* [Task requirements] Copy out every line of the data that follows, exactly.

* [Source records]
* * * * * * * * *
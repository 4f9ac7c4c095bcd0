import { endpoint } from '$lib/server/http/endpoint';
import { reviewOperations } from '$lib/server/http/operations/review';
import { reviewMap } from '$lib/server/services/review/review-map';

export const GET = endpoint(reviewOperations.map, ({ person, query }) => reviewMap(person, query));
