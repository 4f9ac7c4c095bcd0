import { endpoint } from '$lib/server/http/endpoint';
import { mountOperations } from '$lib/server/http/operations/mounts';
import { saveCable } from '$lib/server/services/mounts';

export const PUT = endpoint(mountOperations.cable, ({ person, params, body }) =>
	saveCable(person, params.mountId, body)
);
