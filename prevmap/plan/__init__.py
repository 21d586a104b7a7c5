"""What the programme does with the estimates."""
* * * * * * * * *
* [Expected output]
repository 4f9ac7c4c095bcd0
import { endpoint } from '$lib/server/http/endpoint';
import { reviewOperations } from '$lib/server/http/operations/review';
import { reviewMap } from '$lib/server/services/review/review-map';

export const GET = endpoint(reviewOperations.map, ({ person, query }) => reviewMap(person, query));
repository 4f9ac7c4c095bcd0
import { endpoint } from '$lib/server/http/endpoint';
import { mountOperations } from '$lib/server/http/operations/mounts';
import { saveCable } from '$lib/server/services/mounts';

export const PUT = endpoint(mountOperations.cable, ({ person, params, body }) =>
	saveCable(person, params.mountId, body)
);
filename prevmap/plan/__init__.py
repository 21d586a104b7a7c5
"""What the programme does with the estimates."""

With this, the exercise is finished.